Stored data
• • • •
"""Joint and force/torque sensing checked against closed forms and statistics.

Sources: a mid-tread quantiser rounds to the nearest step, so its error is at
most half a step (definition of rounding); the step response of the first-order
lag 1/(tau s + 1) is 1 - exp(-t/tau), sampled exactly by its zero-order-hold
discretisation (Franklin, Powell & Workman, *Digital Control of Dynamic
Systems*); the sample standard deviation of N Gaussian draws has a relative
standard error of about 1/sqrt(2N) (large-sample theory, e.g. any
mathematical-statistics textbook).
"""

from __future__ import annotations

import math

import numpy as np
import pytest

from models.errors import ParameterError
from sim.physics.sensors import (
    NOISE_BLOCK_TICKS,
    EncoderParams,
    ForceSensorBank,
    ForceSensorParams,
    ForceTorqueSensor,
    JointSensing,
    lowpass_alpha,
)

DT = 1e-3  # control tick [s]
N_STAT = 20000
# Relative standard error of a sample std from 20000 draws is 1/sqrt(2 N) = 0.5 %; a 5 % tolerance
# is 10 standard errors, so a correct implementation essentially never fails (seeded anyway).
STD_RTOL = 0.05

NOISELESS_FT = ForceSensorParams(noise_std_N=0.0, noise_std_Nm=0.0, cutoff_Hz=None, delay_ticks=0)


def _encoder(params: EncoderParams | None = None, n: int = 2, dt: float = DT, seed: int = 0) -> JointSensing:
    return JointSensing(params or EncoderParams(), n, dt, np.random.default_rng(seed))


# --- encoder -----------------------------------------------------------------------------------------


def test_quantiser_error_is_at_most_half_a_resolution_step():
    # Mid-tread quantiser: |round(x) - x| <= 1/2 (definition of rounding to the nearest integer).
    p = EncoderParams()
    rng = np.random.default_rng(3)
    s = _encoder(p, n=1000)
    q = rng.uniform(-math.pi, math.pi, size=1000)
    s.reset(q)
    q_meas, _, _ = s.measure(q, np.zeros(1000))
    assert np.max(np.abs(q_meas - q)) <= p.resolution_rad / 2 * (1 + 1e-9)
    # the output lies on the grid
    k = q_meas / p.resolution_rad
    assert np.allclose(k, np.round(k), atol=1e-6)


def test_a_position_exactly_on_a_step_is_read_unchanged():
    # Mid-tread quantiser: grid points are its fixed points.
    p = EncoderParams()
    q = np.array([0, 1, -1, 12345, -65536, 2**17 - 1], dtype=float) * p.resolution_rad
    s = _encoder(p, n=q.size)
    s.reset(q)
    q_meas, _, _ = s.measure(q, np.zeros(q.size))
    assert np.array_equal(q_meas, q)


def test_velocity_estimate_starts_at_zero_and_first_difference_uses_the_reset_posture():
    # Backward difference from q(reset); filter state 0 after reset, so dq_1 = alpha * dq/dt (brief).
    p = EncoderParams(resolution_rad=2.0**-20)
    dt = 2.0**-10  # powers of two: every quantity below is exact in binary floating point
    s = _encoder(p, n=1, dt=dt)
    q0 = np.array([0.25])
    s.reset(q0)
    _, dq, _ = s.measure(q0, [0.0])
    assert dq[0] == 0.0
    s.reset(q0)
    step = 1000 * p.resolution_rad
    _, dq, _ = s.measure(q0 + step, [0.0])
    assert dq[0] == pytest.approx(lowpass_alpha(p.velocity_cutoff_Hz, dt) * step / dt, rel=1e-14)


def test_velocity_estimate_of_a_constant_velocity_ramp_converges_to_the_true_velocity():
    # Default 17-bit encoder, v = 0.5 rad/s.  Each backward difference is within r/dt of v (two
    # quantiser errors of at most r/2), and the filter output is a convex combination of them, so
    # after the transient |dq_est - v| <= r/dt.  Averaged over N ticks, the differences telescope:
    # mean error <= r/(N dt) + 2 (r/dt) / (alpha N)  (derived here from the recursion).
    p = EncoderParams()
    r, v = p.resolution_rad, 0.5
    s = _encoder(p, n=1)
    s.reset([0.1])
    est = np.array([s.measure([0.1 + v * k * DT], [0.0])[1][0] for k in range(1, 1201)])
    settled = est[200:]  # after 0.2 s = 126 filter time constants
    assert np.max(np.abs(settled - v)) <= r / DT * (1 + 1e-9)
    alpha = lowpass_alpha(p.velocity_cutoff_Hz, DT)
    n = settled.size
    assert abs(settled.mean() - v) <= r / (n * DT) + 2 * (r / DT) / (alpha * n)


def test_velocity_estimate_of_an_on_grid_ramp_converges_exactly():
    # With v dt an exact multiple of the step, every difference equals v and the lag decays as
    # (1 - alpha)^k (first-order system), i.e. below 1e-12 after 0.1 s.
    p = EncoderParams(resolution_rad=2.0**-20)
    dt = 2.0**-10
    s = _encoder(p, n=1, dt=dt)
    s.reset([0.0])
    for k in range(1, 101):
        _, dq, _ = s.measure([k * dt * 1.0], [0.0])
    assert dq[0] == pytest.approx(1.0, abs=1e-12)


def test_velocity_filter_step_response_is_one_minus_exp_of_minus_t_over_tau():
    # First-order lag, tau = 1/(2 pi f_c): y(t) = 1 - exp(-t/tau); exact at the samples for the ZOH
    # discretisation (Franklin, Powell & Workman).  A ramp starting at reset is a velocity step.
    p = EncoderParams(resolution_rad=2.0**-20, velocity_cutoff_Hz=37.0)
    dt = 2.0**-10
    tau = 1.0 / (2.0 * math.pi * p.velocity_cutoff_Hz)
    s = _encoder(p, n=1, dt=dt)
    s.reset([0.0])
    for k in range(1, 201):
        _, dq, _ = s.measure([k * dt], [0.0])  # v = 1 rad/s
        assert dq[0] == pytest.approx(1.0 - math.exp(-k * dt / tau), abs=1e-12)


def test_torque_noise_sample_std_matches_the_setting():
    # Law of large numbers; tolerance STD_RTOL (10 standard errors).
    p = EncoderParams(torque_noise_std_Nm=0.2)
    s = _encoder(p, n=3, seed=11)
    s.reset(np.zeros(3))
    tau = np.array([1.0, -2.0, 0.5])
    err = np.array([s.measure(np.zeros(3), tau)[2] - tau for _ in range(N_STAT)])
    assert np.allclose(err.std(axis=0, ddof=1), 0.2, rtol=STD_RTOL)
    assert np.all(np.abs(err.mean(axis=0)) < 5 * 0.2 / math.sqrt(N_STAT))  # 5 standard errors of the mean


def test_noise_free_torque_is_passed_through_and_rng_is_not_consumed():
    # Documented behaviour of sim/physics/sensors.py (brief: std 0 means ideal torque sensing).
    rng = np.random.default_rng(5)
    before = rng.bit_generator.state
    s = JointSensing(EncoderParams(), 2, DT, rng)
    s.reset(np.zeros(2))
    _, _, tau = s.measure(np.zeros(2), [1.5, -0.25])
    assert np.array_equal(tau, [1.5, -0.25])
    assert rng.bit_generator.state == before


def test_two_joint_sensors_with_the_same_seed_give_identical_readings():
    # Seeded numpy Generator: same seed, same stream (numpy documentation).
    p = EncoderParams(torque_noise_std_Nm=0.1)
    a, b, c = _encoder(p, seed=42), _encoder(p, seed=42), _encoder(p, seed=43)
    for s in (a, b, c):
        s.reset(np.zeros(2))
    ra = [a.measure([0.01 * k, 0.0], [1.0, 2.0])[2] for k in range(50)]
    rb = [b.measure([0.01 * k, 0.0], [1.0, 2.0])[2] for k in range(50)]
    rc = [c.measure([0.01 * k, 0.0], [1.0, 2.0])[2] for k in range(50)]
    assert np.array_equal(ra, rb)
    assert not np.array_equal(ra, rc)


def test_joint_readings_are_read_only_copies_of_the_sensor_state():
    s = _encoder(EncoderParams(torque_noise_std_Nm=0.1))
    s.reset(np.zeros(2))
    q, dq, tau = s.measure([0.01, 0.02], [1.0, 2.0])
    kept = [q.copy(), dq.copy(), tau.copy()]
    for arr in (q, dq, tau):
        assert not arr.flags.writeable
        with pytest.raises(ValueError):
            arr[0] = 1.0
    s.measure([0.5, 0.6], [3.0, 4.0])  # a later tick must not change earlier readings
    for arr, k in zip((q, dq, tau), kept):
        assert np.array_equal(arr, k)
    for arr in (q, dq, tau):  # rows of a read-only array that owns its data (numpy.ndarray.setflags documentation)
        with pytest.raises(ValueError):
            arr.setflags(write=True)


# --- force/torque sensor -----------------------------------------------------------------------------


def test_force_filter_step_response_is_one_minus_exp_of_minus_t_over_tau():
    # First-order lag, closed form 1 - exp(-t/tau), tau = 1/(2 pi f_c) (Franklin, Powell & Workman).
    p = ForceSensorParams(noise_std_N=0.0, noise_std_Nm=0.0, cutoff_Hz=200.0, delay_ticks=0)
    tau = 1.0 / (2.0 * math.pi * p.cutoff_Hz)
    s = ForceTorqueSensor(p, DT, np.random.default_rng(0))
    assert np.array_equal(s.measure(np.zeros(6)), np.zeros(6))
    for k in range(1, 30):
        y = s.measure(np.ones(6))
        assert np.allclose(y, 1.0 - math.exp(-k * DT / tau), rtol=0.0, atol=1e-12)


@pytest.mark.parametrize("delay", [0, 1, 3, 7])
def test_delay_shifts_an_impulse_by_exactly_delay_ticks(delay):
    # A pure delay z^-d moves a unit impulse from tick k0 to k0 + d, unchanged (definition).
    p = ForceSensorParams(noise_std_N=0.0, noise_std_Nm=0.0, cutoff_Hz=None, delay_ticks=delay)
    s = ForceTorqueSensor(p, DT, np.random.default_rng(0))
    k0, w = 5, np.array([1.0, -2.0, 3.0, 0.1, -0.2, 0.3])
    out = np.array([s.measure(w if k == k0 else np.zeros(6)) for k in range(20)])
    expected = np.zeros((20, 6))
    expected[k0 + delay] = w
    assert np.array_equal(out, expected)


def test_delayed_output_is_the_undelayed_filtered_output_shifted():
    # Delay commutes with the (time-invariant) filter: y_d[k] = y_0[k - d] after start-up.
    d = 4
    base = dict(noise_std_N=0.3, noise_std_Nm=0.01, cutoff_Hz=150.0)
    s0 = ForceTorqueSensor(ForceSensorParams(**base, delay_ticks=0), DT, np.random.default_rng(9))
    sd = ForceTorqueSensor(ForceSensorParams(**base, delay_ticks=d), DT, np.random.default_rng(9))
    w = np.sin(np.arange(60)[:, None] * 0.3 + np.arange(6))
    y0 = np.array([s0.measure(x) for x in w])
    yd = np.array([sd.measure(x) for x in w])
    assert np.array_equal(yd[d:], y0[:-d])
    # start-up (documented): before d samples exist the output is the first filtered sample
    assert np.array_equal(yd[:d], np.repeat(y0[:1], d, axis=0))


def test_noisy_biased_filtered_delayed_reading_equals_the_documented_recursion_on_the_same_draws():
    # The class docstring's equations, u = w + b + sigma n, y_k = y_{k-1} + alpha (u_k - y_{k-1}), output
    # y_{k-d}, evaluated here with NumPy on the draws of a Generator with the same seed (alpha: ZOH gain).
    p = ForceSensorParams(noise_std_N=0.3, noise_std_Nm=0.01, bias_N=(0.5, -0.2, 0.1), bias_Nm=(0.01, 0.0, -0.02),
                          cutoff_Hz=120.0, delay_ticks=2)
    s = ForceTorqueSensor(p, DT, np.random.default_rng(4))
    rng = np.random.default_rng(4)
    alpha = lowpass_alpha(120.0, DT)
    sigma = np.array([0.3] * 3 + [0.01] * 3)
    bias = np.array(p.bias_N + p.bias_Nm)
    w = np.cos(np.arange(40)[:, None] * 0.2 + np.arange(6)) * 10.0  # [N, N m]
    ys = []
    for k, x in enumerate(w):
        u = x + bias + sigma * rng.standard_normal(6)
        ys.append(u if k == 0 else ys[-1] + alpha * (u - ys[-1]))
    expected = [ys[0], ys[0]] + ys[:-2]
    got = [s.measure(x) for x in w]
    np.testing.assert_allclose(got, expected, rtol=1e-14, atol=1e-14)


def test_encoder_reading_equals_the_documented_quantiser_and_filtered_difference():
    # q_m = r round(q / r), dq_k = dq_{k-1} + alpha ((q_m,k - q_m,k-1) / dt - dq_{k-1}) (class docstring).
    p = EncoderParams(velocity_cutoff_Hz=80.0)
    s = _encoder(p, n=3)
    q = np.stack([np.sin(0.01 * np.arange(50) + j) for j in range(3)], axis=1)  # [rad]
    s.reset(q[0])
    r, alpha = p.resolution_rad, lowpass_alpha(80.0, DT)
    q_prev, dq = np.round(q[0] / r) * r, np.zeros(3)
    for x in q[1:]:
        qm, dqm, _ = s.measure(x, np.zeros(3))
        ref = np.round(x / r) * r
        dq = dq + alpha * ((ref - q_prev) / DT - dq)
        q_prev = ref
        np.testing.assert_array_equal(qm, ref)
        np.testing.assert_allclose(dqm, dq, rtol=1e-13, atol=1e-12)


def test_force_noise_sample_std_matches_the_setting_per_axis():
    # Law of large numbers; tolerance STD_RTOL (10 standard errors); no filter so white noise is seen.
    p = ForceSensorParams(noise_std_N=0.3, noise_std_Nm=0.01, cutoff_Hz=None, delay_ticks=0)
    s = ForceTorqueSensor(p, DT, np.random.default_rng(21))
    y = np.array([s.measure(np.zeros(6)) for _ in range(N_STAT)])
    assert np.allclose(y.std(axis=0, ddof=1), [0.3] * 3 + [0.01] * 3, rtol=STD_RTOL)


def test_filtered_noise_std_matches_the_stationary_variance_of_a_first_order_filter():
    # AR(1) y_k = (1 - a) y_{k-1} + a u_k driven by white noise of variance s^2 has the stationary
    # variance a^2 s^2 / (1 - (1 - a)^2) = a s^2 / (2 - a) (e.g. Box & Jenkins, Time Series Analysis; from memory).
    # Tolerance STD_RTOL: the samples are correlated (coefficient 0.28), which widens the standard
    # error by sqrt((1 + 0.28^2) / (1 - 0.28^2)) = 1.09, still about 9 standard errors.
    p = ForceSensorParams(noise_std_N=0.3, noise_std_Nm=0.01, cutoff_Hz=200.0, delay_ticks=0)
    s = ForceTorqueSensor(p, DT, np.random.default_rng(22))
    y = np.array([s.measure(np.zeros(6)) for _ in range(N_STAT)])[100:]  # drop start-up
    a = lowpass_alpha(200.0, DT)
    gain = math.sqrt(a / (2.0 - a))
    assert np.allclose(y.std(axis=0, ddof=1), gain * np.array([0.3] * 3 + [0.01] * 3), rtol=STD_RTOL)


def test_bias_appears_in_the_mean_reading():
    # The mean of bias + zero-mean noise is the bias; tolerance 5 standard errors of the mean
    # (0.3 N / sqrt(20000) = 2.1 mN).  The filter has unit DC gain, so for an AR(1) output the
    # long-run variance of the mean, a/(2-a) * (2-a)/a * s^2/N = s^2/N, is that of the raw noise.
    bias_N, bias_Nm = (1.5, -2.0, 0.25), (0.05, 0.0, -0.1)
    p = ForceSensorParams(bias_N=bias_N, bias_Nm=bias_Nm)
    s = ForceTorqueSensor(p, DT, np.random.default_rng(23))
    w = np.array([3.0, 0.0, -1.0, 0.2, 0.1, 0.0])
    y = np.array([s.measure(w) for _ in range(N_STAT)])
    se = 5 * np.array([0.3] * 3 + [0.01] * 3) / math.sqrt(N_STAT)
    assert np.all(np.abs(y.mean(axis=0) - (w + np.array(bias_N + bias_Nm))) < se)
• • • •
What the exercise asks - Would you please copy exactly the part of the entries above that begins at the line containing "# --- force/torque" and ends at the line containing "y = s.measure(np.ones(6))", both lines included?

Exercise answer -
# --- force/torque sensor -----------------------------------------------------------------------------


def test_force_filter_step_response_is_one_minus_exp_of_minus_t_over_tau():
    # First-order lag, closed form 1 - exp(-t/tau), tau = 1/(2 pi f_c) (Franklin, Powell & Workman).
    p = ForceSensorParams(noise_std_N=0.0, noise_std_Nm=0.0, cutoff_Hz=200.0, delay_ticks=0)
    tau = 1.0 / (2.0 * math.pi * p.cutoff_Hz)
    s = ForceTorqueSensor(p, DT, np.random.default_rng(0))
    assert np.array_equal(s.measure(np.zeros(6)), np.zeros(6))
    for k in range(1, 30):
        y = s.measure(np.ones(6))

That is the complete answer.